Le témoignage d'Orwell rejoint celui de Simone Weil

La longue et maigre silhouette d'Orwell fut souvent comparée à celle du Quichotte, et cela tombait bien au pays de Cervantes. Cependant, il n'y avait là plus rien de burlesque - mais peut-être n'y avait-il eu non plus rien de burlesque dans l'intention de Cervantes, comme le notera Orwell plus tard, en citant Nietzsche. Dans ces Brigades internationales se fait l'Europe, se noue la fraternité européenne, comme elle se noue dans le camp d'en face, et le Gilles de Drieu La Rochelle, par exemple, en rendra compte, lui aussi.

Orwell passera plusieurs mois à faire la guerre dans des conditions bien sûr pénibles, le pire étant le manque de matériel, le froid et les poux. Peut-être aurait-il pu croiser Simone Weil, engagée quant à elle dans les rangs de la FAI. Ses observations sur bien des points rejoignent celles d'Orwell, et sur la dignité des paysans espagnols en particulier, et sur les crimes commis de part et d'autre. Ce sera l'objet d'une lettre de la philosophe à Bernanos, en 1938, rédigée après la lecture des Grands cimetières sous la lune.
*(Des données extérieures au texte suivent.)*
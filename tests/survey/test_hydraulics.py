"""Tests of stakeline.survey.hydraulics against published worked examples and closed forms."""

from __future__ import annotations

import math

import numpy as np
import pytest
from hypothesis import given, settings
from hypothesis import strategies as st
from numpy.testing import assert_allclose
from stakeline.errors import OvertoppedError, SectionError, SurveyError
from stakeline.survey.geometry import Section
from stakeline.survey.hydraulics import (
    GRAVITY,
    MANNING_K,
    UNIT_WEIGHT,
    CompoundSection,
    bank_top_splits,
    bankfull_stage,
    bankfull_summary,
    conveyance,
    critical_stage,
    figure_unit,
    flow_at,
    flow_table,
    manning_discharge,
    slope_from_water_levels,
    stage_for_discharge,
)


def trapezoid(b, z, height):
    top = z * height
    return Section([0, top, top + b, 2 * top + b], [height, 0, 0, height])


def rectangle(b, height):
    return Section([0, 0, b, b], [height, 0, 0, height])


def trapezoid_q(y, b, z, n, s, k):
    """Manning discharge of a trapezoid from the Chow (1959) Table 2-1 formulas."""
    area = (b + z * y) * y
    perimeter = b + 2 * y * math.sqrt(1 + z * z)
    return k / n * area * (area / perimeter) ** (2 / 3) * math.sqrt(s)


def bisect(f, lo, hi):
    for _ in range(200):
        mid = 0.5 * (lo + hi)
        lo, hi = (mid, hi) if f(mid) < 0 else (lo, mid)
    return 0.5 * (lo + hi)


# --- Published worked examples ---------------------------------------------------------------


def test_normal_depth_chow_trapezoid():
    # Chow (1959), Open-Channel Hydraulics, trapezoidal channel used in several examples:
    # b = 20 ft, z = 2, n = 0.025, S = 0.0016, Q = 400 cfs -> normal depth 3.36 ft (from memory).
    section = trapezoid(20.0, 2.0, 10.0)
    y = stage_for_discharge(section, 400.0, 0.025, 0.0016, "ft")
    assert y == pytest.approx(3.36, abs=0.005)
    # Recomputed from the closed-form A and P at the depth found: Q must come back as 400 cfs.
    assert trapezoid_q(y, 20.0, 2.0, 0.025, 0.0016, 1.486) == pytest.approx(400.0, rel=1e-9)


def test_critical_depth_chow_trapezoid():
    # Chow (1959), same trapezoid carrying 400 cfs: critical depth 2.15 ft (from memory).
    y = critical_stage(trapezoid(20.0, 2.0, 10.0), 400.0, "ft")
    assert y == pytest.approx(2.15, abs=0.005)
    # Closed form of critical flow: Q^2 T / (g A^3) = 1 at that depth (Chow 1959, ch. 4).
    area, top = (20 + 2 * y) * y, 20 + 4 * y
    assert 400.0**2 * top / (32.174 * area**3) == pytest.approx(1.0, rel=1e-9)


def test_normal_depth_mays_problem_5_3_4():
    # Mays, Water Resources Engineering, Problem 5.3.4: trapezoid b = 20 ft, z = 1.5, n = 0.014,
    # Q = 1500 cfs, S = 0.0002 -> normal depth 9.13 ft, solved with k = 1.49.
    args = (20.0, 1.5, 0.014, 0.0002)
    textbook = bisect(lambda y: trapezoid_q(y, *args, 1.49) - 1500.0, 0.1, 30.0)
    assert textbook == pytest.approx(9.13, abs=0.01)
    ours = stage_for_discharge(trapezoid(*args[:2], 20.0), 1500.0, args[2], args[3], "ft")
    # k = 1.486 here, 1.49 there: a 0.27 % difference in Q, so allow 0.5 % on the depth.
    assert ours == pytest.approx(9.13, rel=0.005)
    assert trapezoid_q(ours, *args, 1.486) == pytest.approx(1500.0, rel=1e-9)


# --- Closed forms ----------------------------------------------------------------------------


@pytest.mark.parametrize(
    ("unit", "b", "y", "n", "s"), [("m", 6.0, 1.6, 0.015, 0.0025), ("ft", 12.0, 2.5, 0.03, 0.001)]
)
def test_rectangle_every_figure(unit, b, y, n, s):
    f = flow_at(rectangle(b, 5.0), y, n, s, unit)
    # Chow (1959) Table 2-1 rectangle; Manning (Chow eq. 5-7); Fr = V/sqrt(gD); tau = gamma R S;
    # unit stream power gamma Q S / T.
    k, g, gamma = {"m": (1.0, 9.80665, 9806.65), "ft": (1.486, 32.174, 62.4)}[unit]
    area, perimeter = b * y, b + 2 * y
    radius = area / perimeter
    q = k / n * area * radius ** (2 / 3) * math.sqrt(s)
    v = q / area
    assert_allclose(f.area, area, rtol=1e-12)
    assert_allclose(f.wetted_perimeter, perimeter, rtol=1e-12)
    assert_allclose(f.hydraulic_radius, radius, rtol=1e-12)
    assert_allclose(f.discharge, q, rtol=1e-12)
    assert_allclose(f.conveyance, q / math.sqrt(s), rtol=1e-12)
    assert_allclose(f.velocity, v, rtol=1e-12)
    assert_allclose(f.froude, v / math.sqrt(g * y), rtol=1e-12)
    assert_allclose(f.shear_stress, gamma * radius * s, rtol=1e-12)
    assert_allclose(f.stream_power, gamma * q * s / b, rtol=1e-12)


def test_rectangle_critical_depth_closed_form():
    # Rectangular channel: y_c = (q^2 / g)^(1/3) with q = Q / b (Chow 1959, ch. 4; closed form).
    b, q = 3.0, 4.2
    yc = critical_stage(rectangle(b, 5.0), q, "m")
    assert_allclose(yc, ((q / b) ** 2 / 9.80665) ** (1 / 3), rtol=1e-9)


def test_critical_flow_has_froude_one():
    section = trapezoid(2.0, 1.0, 3.0)
    y = critical_stage(section, 3.0, "m")
    w = section.at(y)
    # Fr = V / sqrt(g D) = 1 at critical flow (closed form).
    assert 3.0 / w.area / math.sqrt(9.80665 * w.hydraulic_depth) == pytest.approx(1.0, rel=1e-9)


def test_us_constant_matches_unit_conversion():
    # k = 1.486 is (1/0.3048)^(1/3) = 1.4859 rounded: the same channel in feet and metres gives the
    # same discharge to 0.01 % (closed form).
    ft = 0.3048
    q_m = flow_at(trapezoid(6.0, 1.5, 4.0), 1.2, 0.03, 0.002, "m").discharge
    q_ft = flow_at(trapezoid(6.0 / ft, 1.5, 4.0 / ft), 1.2 / ft, 0.03, 0.002, "ft").discharge
    assert_allclose(q_ft * ft**3, q_m, rtol=1e-4)
    assert MANNING_K["ft"] == pytest.approx((1 / ft) ** (1 / 3), abs=1e-4)


def test_scalar_and_array_inputs():
    assert isinstance(manning_discharge(2.0, 0.5, 0.001, 0.03), float)
    q = manning_discharge([2.0, 4.0], [0.5, 0.5], 0.001, 0.03)
    assert q.shape == (2,)
    assert_allclose(conveyance(2.0, 0.5, 0.03) * math.sqrt(0.001), q[0], rtol=1e-12)


def test_dry_section_gives_zeros():
    f = flow_at(trapezoid(2.0, 1.0, 3.0), -1.0, 0.03, 0.001)
    assert f.area == f.discharge == f.velocity == f.froude == f.stream_power == 0.0


def test_slope_from_two_water_levels():
    # Closed form: fall / distance.
    assert slope_from_water_levels(100.30, 100.10, 50.0) == pytest.approx(0.2 / 50.0, rel=1e-12)
    with pytest.raises(SurveyError, match="upstream"):
        slope_from_water_levels(100.0, 100.1, 50.0)
    with pytest.raises(SurveyError, match="distance"):
        slope_from_water_levels(100.3, 100.1, 0.0)


@pytest.mark.parametrize(
    ("n", "s"), [(0.0, 0.001), (-0.03, 0.001), (0.03, 0.0), (float("nan"), 0.001)]
)
def test_bad_n_or_slope(n, s):
    with pytest.raises(SurveyError):
        flow_at(rectangle(2.0, 2.0), 1.0, n, s)


def test_overtopped_and_too_much_discharge():
    with pytest.raises(OvertoppedError):
        flow_at(rectangle(2.0, 2.0), 2.5, 0.03, 0.001)
    with pytest.raises(SurveyError, match="extend the survey"):
        stage_for_discharge(rectangle(2.0, 2.0), 1e6, 0.03, 0.001)


@settings(max_examples=60, deadline=None)
@given(st.floats(0.01, 50.0), st.floats(0.01, 0.1), st.floats(1e-4, 0.05))
def test_stage_for_discharge_round_trip(q, n, s):
    section = trapezoid(3.0, 2.0, 20.0)
    try:
        h = stage_for_discharge(section, q, n, s)
    except SurveyError:
        return
    assert flow_at(section, h, n, s).discharge == pytest.approx(q, rel=1e-9)


def test_figure_units():
    assert figure_unit("shear_stress", "m") == "Pa"
    assert figure_unit("stream_power", "ft") == "ft·lb/s/ft²"
    assert figure_unit("area", "ft") == "ft²"


# --- Compound sections (divided-channel method) -------------------------------------------------


def two_stage(main=10.0, bank=2.0, plain=20.0, high=4.0):
    """Rectangular main channel with flat flood plains either side, walls at the outer edges."""
    x = [0, 0, plain, plain, plain + main, plain + main, 2 * plain + main, 2 * plain + main]
    z = [high, bank, bank, 0, 0, bank, bank, high]
    return Section(x, z)


def test_compound_closed_form():
    section = two_stage()
    splits = [20.0, 30.0]
    n = [0.05, 0.03, 0.05]
    h, s = 2.5, 0.001
    f = flow_table(section, h, n, s, "m", splits)
    # Divided-channel method (Chow 1959, sec. 6-7): each part its own A, P (dividers not wetted).
    a_plain, p_plain = 20 * 0.5, 20 + 0.5
    a_main, p_main = 10 * 2.5, 10 + 2 * 2
    k_plain = 1 / 0.05 * a_plain * (a_plain / p_plain) ** (2 / 3)
    k_main = 1 / 0.03 * a_main * (a_main / p_main) ** (2 / 3)
    assert_allclose(f["discharge"], (2 * k_plain + k_main) * math.sqrt(s), rtol=1e-12)
    assert_allclose(f["area"], 2 * a_plain + a_main, rtol=1e-12)
    assert_allclose(f["wetted_perimeter"], 2 * p_plain + p_main, rtol=1e-12)
    parts = f["parts"]
    assert_allclose([p["area"] for p in parts], [a_plain, a_main, a_plain], rtol=1e-12)
    assert_allclose([p["wetted_perimeter"] for p in parts], [p_plain, p_main, p_plain], rtol=1e-12)


def test_compound_split_between_stations():
    # Splitting a flat-bed rectangle at x = 1.3 (not a station): parts share the area exactly.
    section = rectangle(4.0, 3.0)
    parts = flow_table(section, 1.0, [0.03, 0.03], 0.001, "m", [1.3])["parts"]
    assert_allclose([p["area"] for p in parts], [1.3, 2.7], rtol=1e-12)
    assert_allclose([p["wetted_perimeter"] for p in parts], [1.3 + 1.0, 2.7 + 1.0], rtol=1e-12)


def test_compound_below_bank_tops_equals_single_channel():
    section = two_stage()
    single = flow_at(section, 1.7, 0.03, 0.002)
    compound = flow_at(section, 1.7, [0.05, 0.03, 0.05], 0.002, splits=[20.0, 30.0])
    assert_allclose(compound.discharge, single.discharge, rtol=1e-12)


def test_vertical_bank_face_belongs_to_the_main_channel():
    # A vertical cut bank at the right split: the face is main-channel boundary, not overbank.
    section = Section([0, 1, 4, 6, 6, 9, 9], [2.0, 0.0, 0.0, 0.5, 1.6, 1.6, 3.0])
    splits = bank_top_splits(
        section.stations, section.elevations, ["", "", "", "", "bank_top", "", ""]
    )
    assert splits == [6.0]
    parts = CompoundSection(section, splits, [0.03, 0.06]).table(1.8)["parts"]
    whole = section.at(1.8)
    assert_allclose(parts[0]["area"] + parts[1]["area"], whole.area, rtol=1e-12)
    assert_allclose(parts[1]["wetted_perimeter"], 3.0 + 0.2, rtol=1e-12)  # flat plain + far wall
    assert_allclose(
        parts[0]["wetted_perimeter"] + parts[1]["wetted_perimeter"],
        whole.wetted_perimeter,
        rtol=1e-12,
    )


def test_bank_top_splits_ignore_end_stations():
    x, z = [0, 1, 2, 3, 4], [2.0, 1.0, 0.0, 1.0, 2.0]
    assert bank_top_splits(x, z, ["bank_top", "", "", "", "bank_top"]) == []
    assert bank_top_splits(x, z, ["", "bank_top", "", "bank_top", ""]) == [1.0, 3.0]


def test_compound_bad_input():
    section = two_stage()
    with pytest.raises(SurveyError, match="values of n"):
        CompoundSection(section, [20.0, 30.0], [0.03, 0.03])
    with pytest.raises(SectionError, match="not inside"):
        CompoundSection(section, [0.0], [0.03, 0.03])
    with pytest.raises(SurveyError, match="increase"):
        CompoundSection(section, [30.0, 20.0], [0.03, 0.03, 0.03])


# --- Bankfull --------------------------------------------------------------------------------


def test_bankfull_summary_trapezoid():
    b, z, y = 4.0, 2.0, 1.0
    out = bankfull_summary(trapezoid(b, z, 2.0), y)
    # Chow (1959) Table 2-1 trapezoid: T = b + 2zy, A = (b + zy)y; mean depth A/T.
    top, area = b + 2 * z * y, (b + z * y) * y
    assert_allclose(out["width"], top, rtol=1e-12)
    assert_allclose(out["area"], area, rtol=1e-12)
    assert_allclose(out["mean_depth"], area / top, rtol=1e-12)
    assert_allclose(out["max_depth"], y, rtol=1e-12)
    assert_allclose(out["width_depth_ratio"], top / (area / top), rtol=1e-12)


def test_bankfull_stage_is_the_lower_bank_top():
    x, z = [0, 1, 2, 3, 4], [2.0, 1.5, 0.0, 1.2, 2.0]
    codes = ["", "bank_top", "", "bank_top", ""]
    assert bankfull_stage(x, z, codes) == 1.2
    assert bankfull_stage(x, z, ["", "bank_top", "", "", ""]) is None


def test_constants():
    # Standard gravity 9.80665 m/s^2 (CGPM 1901); 32.174 ft/s^2 is the same in feet.
    assert GRAVITY["ft"] == pytest.approx(9.80665 / 0.3048, rel=1e-5)
    # Unit weight of water: 62.4 lb/ft^3 and 9806.65 N/m^3 agree to 0.1 % (common practice).
    lbf, ft3 = 4.4482216152605, 0.3048**3
    assert UNIT_WEIGHT["ft"] * lbf / ft3 == pytest.approx(UNIT_WEIGHT["m"], rel=2e-3)
    assert np.isfinite(list(MANNING_K.values())).all()


def test_subsection_names():
    section = two_stage()
    assert CompoundSection(section, [20.0, 30.0], [0.05, 0.03, 0.05]).names() == [
        "left overbank",
        "main channel",
        "right overbank",
    ]
    assert CompoundSection(section, [30.0], [0.03, 0.05]).names() == [
        "main channel",
        "right overbank",
    ]


@settings(max_examples=40, deadline=None)
@given(st.floats(0.5, 20.0), st.floats(0.0, 4.0), st.floats(0.01, 0.1), st.floats(1e-4, 0.05))
def test_trapezoid_discharge_rises_with_stage(b, z, n, s):
    # For a trapezoid A and R both grow with depth, so Manning's Q must too (closed form).
    stages = np.linspace(0.0, 3.0, 61)
    q = flow_table(trapezoid(b, z, 3.0), stages, n, s)["discharge"]
    assert np.all(np.diff(q) > 0)


def test_bank_tops_at_a_vertical_face_next_to_the_deepest_point():
    # two_stage(): the deepest point is the foot of the left wall at station 20, where the left
    # bank top also stands; the split must still be 20 (left) and 30 (right).
    section = two_stage()
    codes = ["", "", "bank_top", "", "", "bank_top", "", ""]
    assert bank_top_splits(section.stations, section.elevations, codes) == [20.0, 30.0]
    assert bankfull_stage(section.stations, section.elevations, codes) == 2.0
Mais si Orwell observe les hommes de son œil « chaleureux et introverti à la fois », il est venu pour se battre, et de nombreux témoignages attestent de son courage et de la réalité de sa présence au combat. Il craint plus les rats que les balles (on retrouve ces derniers dans 1984), et cette phobie eut une fois de lourdes conséquences, comme le raconta à la BBC un autre engagé, Bob Edwards, en 1960 : « Un rat particulièrement aventureux avait ennuyé Orwell trop longtemps, si bien qu'il sortit son pistolet et lui tira dessus. Mais l'explosion résonna dans l'abri, et on dut l'entendre sur l'ensemble du front, ou presque, et les deux côtés se sont mis à tirer. L'artillerie entra en branle, on envoya des patrouilles, les nids de mitrailleuses firent feu et, à la fin, la cantine fut totalement détruite ainsi que les deux bus qui avaient apporté nos réserves. » Les combattants purent voir souvent la grande silhouette d'Orwell se promener calmement sous un déluge de feu il ne connaissait pas la peur et, dans son cas, le flegme britannique était une réalité. S'il acceptait le « meurtre nécessaire », il ne put s'empêcher d'avoir le cœur serré en entendant les hurlements du pauvre diable qu'il avait touché en lançant une bombe dans une tranchée.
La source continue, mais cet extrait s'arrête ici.